Тем паче что у него найдется немало сторонников…
Такие же царьки, как он, не простившие Аргеадам лишение их, венценосных, возможности автономно крутить хвосты бычкам в своих горах.
Правда, найдутся и противники.
Коренные македонцы, не желающие распада страны, находящейся на пороге величия – своего собственного, нажитого трудом и доблестью, а не азиатского, химерического.
И царь Арридей никогда не даст согласия на отделение горных царств; дурачок или нет, а память у него хорошая, и он очень послушный. Антипатр для него – все равно что отец, он порой так его и называет, и вовсе не зря наместник провел многие вечера наедине с базилевсом, натаскивая его, словно эфиопского попугая. Теперь, если царь Арридей слышит в своем присутствии слово «Македония», он тут же, не глядя на происходящее, мгновенно откликается: «Должна быть единой!»

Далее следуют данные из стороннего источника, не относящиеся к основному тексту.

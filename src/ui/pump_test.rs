//! The pump-check area: a field test of one pump (nameplate, speed, readings), what the
//! engine makes of it (`engine::efficiency`): efficiencies, the leakage line, the wear verdict,
//! a chart of flow against pressure, the trend against the same pump's earlier test, and one
//! action that copies the measured efficiencies into a design.

use super::field::{ChoiceField, NumberField, OptionalNumberField, TextField};
use super::icons::CautionIcon;
use super::shared::{
    efficiency_from_key, efficiency_source_key, efficiency_source_options, percent, verdict_words,
};
use super::state::use_job;
use crate::engine::efficiency::{
    self, ElectricalInput, MotorEfficiency, PumpTest, Reading, SpeedFrom, TestReport,
};
use crate::engine::fields::{self, FieldSpec};
use crate::engine::units::{Measure, UnitSystem};
use crate::engine::Job;
use leptos::prelude::*;
use uom::si::f64::{
    AngularVelocity, ElectricCurrent, ElectricPotential, Power, Pressure, Torque, VolumeRate,
};

fn test(j: &Job, t: usize) -> Option<&PumpTest> {
    j.pump_tests.get(t)
}

fn test_mut(j: &mut Job, t: usize) -> Option<&mut PumpTest> {
    j.pump_tests.get_mut(t)
}

fn reading(j: &Job, t: usize, k: usize) -> Option<&Reading> {
    test(j, t)?.readings.get(k)
}

fn reading_mut(j: &mut Job, t: usize, k: usize) -> Option<&mut Reading> {
    test_mut(j, t)?.readings.get_mut(k)
}

/// A new test, from the shown design's base pump and motor (the user corrects what differs);
/// none while the job has no power unit.
fn new_test(j: &Job, d: usize) -> Option<PumpTest> {
    let design = j.designs.get(d).or(j.designs.last())?;
    let today = js_sys::Date::new_0()
        .to_iso_string()
        .as_string()
        .unwrap_or_default();
    Some(PumpTest {
        pump: format!("Pump {}", design.pump_count()),
        date: today.get(..10).unwrap_or("").to_string(),
        notes: String::new(),
        displacement: design.base_pump.displacement,
        speed: design.motor.full_load_speed,
        synchronous_speed: None,
        rated_pressure: design.base_pump.rated_pressure,
        motor_rated_power: design.motor.rated_power,
        motor_efficiency: MotorEfficiency::Entered {
            efficiency: design.motor.full_load_efficiency,
        },
        readings: Vec::new(),
    })
}
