//! Pressure-settings advice: for every phase, the pressure it needs and the lowest limit that
//! serves it; across the cycle, the main relief setting, each unloading setting, and the
//! remote stages. Each piece of advice carries the rule and numbers behind it and, where one
//! change applies it, an [`Action`] for a proposed design (never for the baseline: see
//! [`apply_to_proposed`]). Savings are not estimated: the design is solved again with the
//! action applied and the two results are compared.
//!
//! The rules are common practice, not a standard (DOMAIN.md, "Relief valves and pressure
//! settings per phase"); their margins are the user's, in [`AdvicePolicy`].

use super::cycle::{HoldMode, PhaseKind, SpeedRule};
use super::job::Job;
use super::power_unit::{Design, UnloadingStage};
use super::pump::PumpAtSpeed;
use super::validate::InputError;
use super::valve::{ActiveLimit, IdlePath};
use super::solve::{solve_design, DesignReport};
use serde::{Deserialize, Serialize};
use uom::si::f64::Pressure;

pub use super::policy::AdvicePolicy;
pub use super::power_unit::compensator_dead_head;

fn pascals(pa: f64) -> Pressure {
    Pressure::new::<uom::si::pressure::pascal>(pa)
}

/// How much a piece of advice matters.
#[derive(Clone, Copy, Debug, PartialEq, Eq, PartialOrd, Ord, Serialize)]
#[serde(rename_all = "snake_case")]
pub enum Severity {
    /// A setting that cannot do its job, or one above a component's rating.
    Caution,
    /// Power (and heat) that a change would save.
    Saving,
    /// Worth knowing; nothing to change.
    Note,
}

/// One change to a design.
#[derive(Clone, Copy, Debug, PartialEq, Serialize, Deserialize)]
#[serde(tag = "action", rename_all = "snake_case")]
pub enum Action {
    /// Govern phase `phase` by a remote stage at `pressure` (the stage is added if the design
    /// has none at that setting).
    LimitPhase {
        phase: usize,
        #[serde(rename = "pressure_pa")]
        pressure: Pressure,
    },
    /// Vent the relief in phase `phase`: an idle sends its flow to tank through the vent, a
    /// hold whose pressure a check valve keeps lets the pump off load.
    VentPhase { phase: usize },
    /// Set the main relief.
    SetMain {
        #[serde(rename = "pressure_pa")]
        pressure: Pressure,
    },
    /// Set the unloading valve of pump `pump` (numbered from 1 in shaft order).
    SetUnloading {
        pump: usize,
        #[serde(rename = "pressure_pa")]
        pressure: Pressure,
    },
    /// Take away remote stage `stage` (from 0), and any phase selecting it goes back to main.
    RemoveRemote { stage: usize },
}

/// Which rule a piece of advice comes from, with its numbers (SI).
#[derive(Clone, Debug, PartialEq, Serialize)]
#[serde(tag = "rule", rename_all = "snake_case")]
pub enum Rule {
    /// The phase's limit is further above what it needs than the margin asks: the surplus
    /// flow goes over the relief (or the flow control) at the higher pressure.
    LimitAboveNeed {
        phase: usize,
        need_pa: f64,
        limit_pa: f64,
        lowest_pa: f64,
    },
    /// The valve's cracking pressure at the phase's limit is below what it needs: flow leaks
    /// over the relief while working, or the work stalls.
    LimitBelowNeed {
        phase: usize,
        need_pa: f64,
        limit_pa: f64,
        lowest_pa: f64,
    },
    /// The limit is above the need and the valve stays shut while working, but with less
    /// margin than the rule asks.
    MarginThin {
        phase: usize,
        need_pa: f64,
        limit_pa: f64,
        lowest_pa: f64,
    },
    /// A hold the pump keeps sits at its limit, with the pump's flow over the relief: a limit
    /// below the pressure it must hold falls short.
    HoldBelowNeed {
        phase: usize,
        need_pa: f64,
        limit_pa: f64,
    },
    /// A limit (main, or a phase's remote stage) that cracks at or below a compensated pump's
    /// dead-head pressure: the pump never destrokes and its whole flow crosses the relief.
    BelowCompensator {
        /// The phase on that limit; `None` for the main relief.
        phase: Option<usize>,
        limit_pa: f64,
        cracking_pa: f64,
        dead_head_pa: f64,
        lowest_pa: f64,
    },
    /// The phase needs no pressure but the pump pushes its flow over a limit.
    NeedsNoPressure {
        phase: usize,
        limit_pa: f64,
        vent_pa: f64,
    },
    /// As `NeedsNoPressure`, but the relief has no vent port to use.
    NoVentPort { phase: usize },
    /// The lowest limit that serves the phase is above a component's rating.
    BeyondRating {
        phase: usize,
        lowest_pa: f64,
        rating_pa: f64,
    },
    /// The main relief is further above the highest need of the cycle than the margin asks.
    MainAboveNeed { main_pa: f64, lowest_pa: f64 },
    /// The main relief is below what the most demanding phase needs.
    MainBelowNeed { main_pa: f64, lowest_pa: f64 },
    /// The main relief lets the system line rise above the rating of the pump on it.
    MainAboveRating { main_pa: f64, rating_pa: f64 },
    /// Before it unloads, a staged pump's outlet reaches its unloading setting plus its check
    /// valve's cracking pressure: above the pump's rating.
    UnloadingAboveRating {
        pump: usize,
        setting_pa: f64,
        cracking_pa: f64,
        rating_pa: f64,
    },
    /// An unloading setting outside the window its phases allow; `window` is (lowest,
    /// highest) setting that keeps the pump feeding where its flow is needed and unloads it
    /// where it is not.
    UnloadingOutside {
        pump: usize,
        setting_pa: f64,
        window: (f64, f64),
    },
    /// No unloading setting can serve both: `with_phase` needs the pump's flow up to
    /// `with_pa`, `without_phase` should run without it from `without_pa`.
    UnloadingImpossible {
        pump: usize,
        with_phase: usize,
        with_pa: f64,
        without_phase: usize,
        without_pa: f64,
    },
    /// A remote stage at or above the main setting never governs.
    RemoteRedundant {
        stage: usize,
        remote_pa: f64,
        main_pa: f64,
    },
    /// A remote stage no phase selects.
    RemoteUnused { stage: usize, remote_pa: f64 },
}

/// One piece of advice for a design.
#[derive(Clone, Debug, PartialEq, Serialize)]
pub struct Advice {
    pub severity: Severity,
    pub rule: Rule,
    pub action: Option<Action>,
    /// What the action saves, found by solving the design again with it: in the phase it
    /// concerns (W, zero for cycle-wide changes) and per year (kWh).
    pub saving_w: f64,
    pub annual_saving_kwh: f64,
}

/// What one phase needs, and what its limit is.
#[derive(Clone, Copy, Debug, PartialEq, Serialize)]
pub struct PhaseNeed {
    /// The system pressure the phase needs; `None` for an idle, or a hold a check valve keeps.
    pub need_pa: Option<f64>,
    /// The governing limit now.
    pub limit_pa: f64,
    /// The lowest limit that serves the need with the margin and above the valve's cracking.
    pub lowest_pa: Option<f64>,
}

/// The system pressure a phase needs (Pa), or `None` when it needs none.
pub fn needed_pressure(kind: &PhaseKind, policy: &AdvicePolicy) -> Option<f64> {
    match kind {
        PhaseKind::Move(m) => {
            let base = m.load_pressure() + m.line_loss.value;
            Some(match m.speed {
                SpeedRule::AllPumpFlow => base,
                // A flow control holds its flow only with a drop across it.
                SpeedRule::MeteredSpeed { .. } | SpeedRule::MeteredFlow { .. } => {
                    base + policy.flow_control_drop.value
                }
            })
        }
        PhaseKind::Hold(h) => match h.mode {
            HoldMode::HeldByPump => Some(h.pressure.value),
            HoldMode::LockedByCheck => None,
        },
        PhaseKind::Idle(_) => None,
        PhaseKind::Direct(d) => Some(d.pressure.value),
    }
}
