def _simulate(
    design: Design,
    model: OutcomeModel,
    *,
    n_sims: int,
    n_draws: int,
    alpha: float,
    outcome: OutcomeMeasure,
    alternative: Alternative,
    n_draws_probabilities: int | None,
    rng: RngLike,
    floor: float | None = None,
    probabilities: np.ndarray | None = None,
    coverage: tuple[str, ...] = (),
) -> tuple[PowerResult, dict]:
    """:func:`simulate_power`, also returning each contrast's statistics (for tests)."""
    _check_arguments(n_sims, n_draws, alpha, outcome, alternative)
    n_sims, n_draws, alpha = int(n_sims), int(n_draws), float(alpha)
    mapping = design.mapping
    pc = mapping.pure_control
    effects = model.effects(mapping)
    means = model.unit_means(design)
    n_prob = int(n_draws_probabilities or design.spec.draws)
    unknown = [c for c in coverage if c not in mapping.codes[:pc]]
    if unknown:
        raise InputError(
            f"coverage names conditions the design does not have: {unknown}; its contrasts are "
            f"{list(mapping.codes[:pc])}"
        )
    if probabilities is None:
        # the very probabilities the analysis will use: the design's Monte Carlo stream
        probs = condition_bits(
            design.sampler, design.graph, mapping, n_prob, design.stream(Stream.MONTE_CARLO)
        ).probabilities()
    else:
        probs = np.asarray(probabilities, dtype=float)
        if probs.shape != (design.units.n, mapping.n_conditions):
            raise InputError(
                f"probabilities must be (units, conditions) = {(design.units.n, mapping.n_conditions)}, "
                f"got {probs.shape}"
            )

    notes: list[str] = []
    plan: list[tuple[int, np.ndarray, str]] = []
    skipped: dict[int, str] = {}
    populations: dict[int, np.ndarray] = {}
    floor = _floor(design, floor)
    for k in range(pc):
        # the very units of the analysis's row (geoexp.estimate.contrast_units)
        group: Literal["eligible", "never-eligible"] = "eligible" if k == 0 else "never-eligible"
        estimand = contrast_units(
            probs, design.eligible, k, pc, labels=mapping.labels, group=group, floor=floor
        )
        population = np.flatnonzero(estimand.units)
        populations[k] = population
        if k == 0:
            test = "randomization test of no effect on treated units (Hajek contrast)"
            if population.size == 0:
                skipped[k] = "no unit can be both treated and a pure control"
                continue
        else:
            test = "conditional test of no spillover on never-treated focal units"
            if population.size < MIN_FOCAL:
                skipped[k] = (
                    f"only {population.size} never-treated units can be both in this band and "
                    f"pure controls; the spillover test needs at least {MIN_FOCAL}"
                )
                continue
        plan.append((k, population, test))

    # every row's units, tested or not: the intervals hold each row's effect at its estimate
    used = np.unique(np.concatenate(list(populations.values()))) if plan else np.zeros(0, np.int64)
    seed = design.stream(Stream.POWER) if rng is None else as_seed_sequence(rng)
    details: dict = {"probabilities": probs, "used": used}
    results: list[ContrastPower] = []
    if used.size:
        bits = condition_bits(
            design.sampler,
            design.graph,
            mapping,
            n_sims + n_draws,
            child_sequence(seed, 0),
            units=used,
        ).bits
        cond = _sim_conditions(bits, n_sims)
        y = _sample_outcomes(model, means[used], effects, cond, outcome, child_sequence(seed, 1))
        details.update(conditions=cond, outcomes=y)
    # each trial's estimate of every row (the intervals hold the other rows' effects at them)
    plug = np.zeros((pc + 1, n_sims))
    if plan:
        for k, population in populations.items():
            if population.size:
                plug[k] = _hajek_each(
                    y, cond, np.searchsorted(used, population), k, pc, probs[population]
                )
        details["plug"] = plug
    by_code = {}
    for k, population, test in plan:
        rows = np.searchsorted(used, population)
        wanted = mapping.codes[k] in coverage
        observed = plug[k].copy()
        null, u, v = _contrast_draws(
            bits,
            rows,
            k,
            pc,
            probs[population, k],
            probs[population, pc],
            y,
            cond,
            n_sims,
            n_draws,
            plug if wanted else None,
        )
        details[mapping.codes[k]] = {"rows": rows, "observed": observed, "null": null}
        defined = np.isfinite(observed)
        # the project's one significance routine, vectorised over the simulated trials
        p_values = significance(observed, null, alternative)[0]
        rejected = int((defined & (p_values <= alpha)).sum())
        power = rejected / n_sims
        planted = float(
            np.mean(
                model.expected(means[population], effects, np.full(population.size, k))
                - model.expected(means[population], effects, np.full(population.size, pc))
            )
        )
        covered = None
        if u is not None and v is not None:
            low, high = inverted_intervals(observed, u, v, 1 - alpha)
            details[mapping.codes[k]].update(u=u, v=v, low=low, high=high)
            with np.errstate(invalid="ignore"):
                covered = int(((low <= planted) & (planted <= high)).sum())
            unbounded = int((np.isinf(low) | np.isinf(high)).sum())
            if unbounded:
                notes.append(
                    f"{mapping.labels[k]} vs {mapping.labels[pc]}: the interval had an "
                    f"unbounded end in {unbounded} of {n_sims} simulated trials (the test "
                    f"rejected no effect on that side with {n_draws} draws), which covers "
                    "trivially"
                )
        by_code[k] = (
            test,
            power,
            int(rejected),
            observed,
            defined,
            planted,
            population.size,
            covered,
        )

    for k in range(pc):
        label = f"{mapping.labels[k]} vs {mapping.labels[pc]}"
        where = "treated units" if k == 0 else _band_words(design, k)
        words = model.describe(effects, k, pc)
        if k in skipped:
            notes.append(f"{label}: no test simulated; {skipped[k]}")
            results.append(
                ContrastPower(
                    contrast=mapping.codes[k],
                    label=label,
                    test="none",
                    power=np.nan,
                    mc_error=np.nan,
                    n_rejected=0,
                    n_sims=n_sims,
                    mean_estimate=np.nan,
                    sd_estimate=np.nan,
                    planted_effect=np.nan,
                    n_units=0,
                    n_undefined=0,
                    effect_words=words,
                    sentence=f"With this design there is no test for {label}: {skipped[k]}.",
                )
            )
            continue
        test, power, rejected, observed, defined, planted, n_units, covered = by_code[k]
        mc = float(np.sqrt(power * (1 - power) / n_sims))
        cover = np.nan if covered is None else covered / n_sims
        finite = observed[defined]
        if (~defined).any():
            notes.append(
                f"{label}: the estimate was undefined in {int((~defined).sum())} of {n_sims} "
                "simulated trials (a condition with no unit); they count as not rejected"
            )
        results.append(
            ContrastPower(
                contrast=mapping.codes[k],
                label=label,
                test=test,
                power=float(power),
                mc_error=mc,
                n_rejected=rejected,
                n_sims=n_sims,
                mean_estimate=float(finite.mean()) if finite.size else np.nan,
                sd_estimate=float(finite.std(ddof=1)) if finite.size > 1 else np.nan,
                planted_effect=planted,
                n_units=int(n_units),
                n_undefined=int((~defined).sum()),
                effect_words=words,
                sentence=_sentence(words, where, power, mc, alpha),
                coverage=cover,
                coverage_mc_error=float(np.sqrt(cover * (1 - cover) / n_sims)),
                n_covered=0 if covered is None else covered,
            )
        )
    result = PowerResult(
        design=design.spec.name,
        spec_hash=design.spec.hash,
        outcome=outcome,
        alpha=alpha,
        alternative=alternative,
        n_sims=n_sims,
        n_draws=n_draws,
        n_draws_probabilities=n_prob,
        contrasts=tuple(results),
        notes=tuple(notes),
    )
    return result, details


def compare_designs(
    designs: dict[str, Design],
    model: OutcomeModel,
    *,
    n_sims: int = 200,
    n_draws: int = 500,
    alpha: float = 0.05,
    outcome: OutcomeMeasure = "change",
    alternative: Alternative = "two-sided",
    rng: RngLike = None,
) -> pd.DataFrame:
    """Power of several designs for the same outcome model, side by side.

    Each design is simulated with :func:`simulate_power` (its own sampler,
    probabilities and tests). Contrasts are matched by what they compare,
    with the band's distances (``spillover 0-150 m vs pure control``), so the
    first band of a 0-150 m design and that of a 0-100 m design are different
    rows; a design without a row shows missing values there.

    Parameters
    ----------
    designs
        Name -> design.
    model, n_sims, n_draws, alpha, outcome, alternative
        As for :func:`simulate_power`.
    rng
        Seed used for every design (default: each spec's own power stream).

    Returns
    -------
    pandas.DataFrame
        Index: the contrast with its distances; columns: (design name, quantity) with quantities
        ``power``, ``mc_error``, ``planted_effect``, ``mean_estimate``, ``n_units``.
    """
    if not designs:
        raise InputError("compare_designs needs at least one design")
    frames = {}
    # one seed for every design (common random numbers), normalised once
    root = None if rng is None else as_seed_sequence(rng)
    for name, design in designs.items():
        result = simulate_power(
            design,
            model,
            n_sims=n_sims,
            n_draws=n_draws,
            alpha=alpha,
            outcome=outcome,
            alternative=alternative,
            rng=root,
        )
        frame = result.to_frame()[
            ["power", "mc_error", "planted_effect", "mean_estimate", "n_units"]
        ]
        frames[str(name)] = frame.set_axis(
            pd.Index([c.label for c in result.contrasts], name="contrast"), axis=0
        )
    return pd.concat(frames, axis=1, sort=False)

Не стоит забывать и об Эвридике.
Девочка пошла замуж за малоумного ради короны, а теперь, имея корону, мечтает еще и о власти. О власти над настоящей державой, а не огрызком ее. И она запретит Арридею, млеющему при одном взгляде на нее, даже слушать чьи-либо разговоры на эту тему.
Даже если этим «кем-то» будет наместник…
Но Полисперхонт упрям, а Арридей – не забывай, Антипатр! – не единственный венчанный царь, живущий в Пелле… Что, если горские царьки сговорятся с ведьмой? Она ведь пойдет на что угодно, даже на развал страны, лишь бы только вернуться из Эпира, куда спровадил ее Антипатр под радостный вой половины древних македонских родов?..
И что тогда?
Полисперхонт – законный наместник, и древний обычай подтверждает его право старейшего.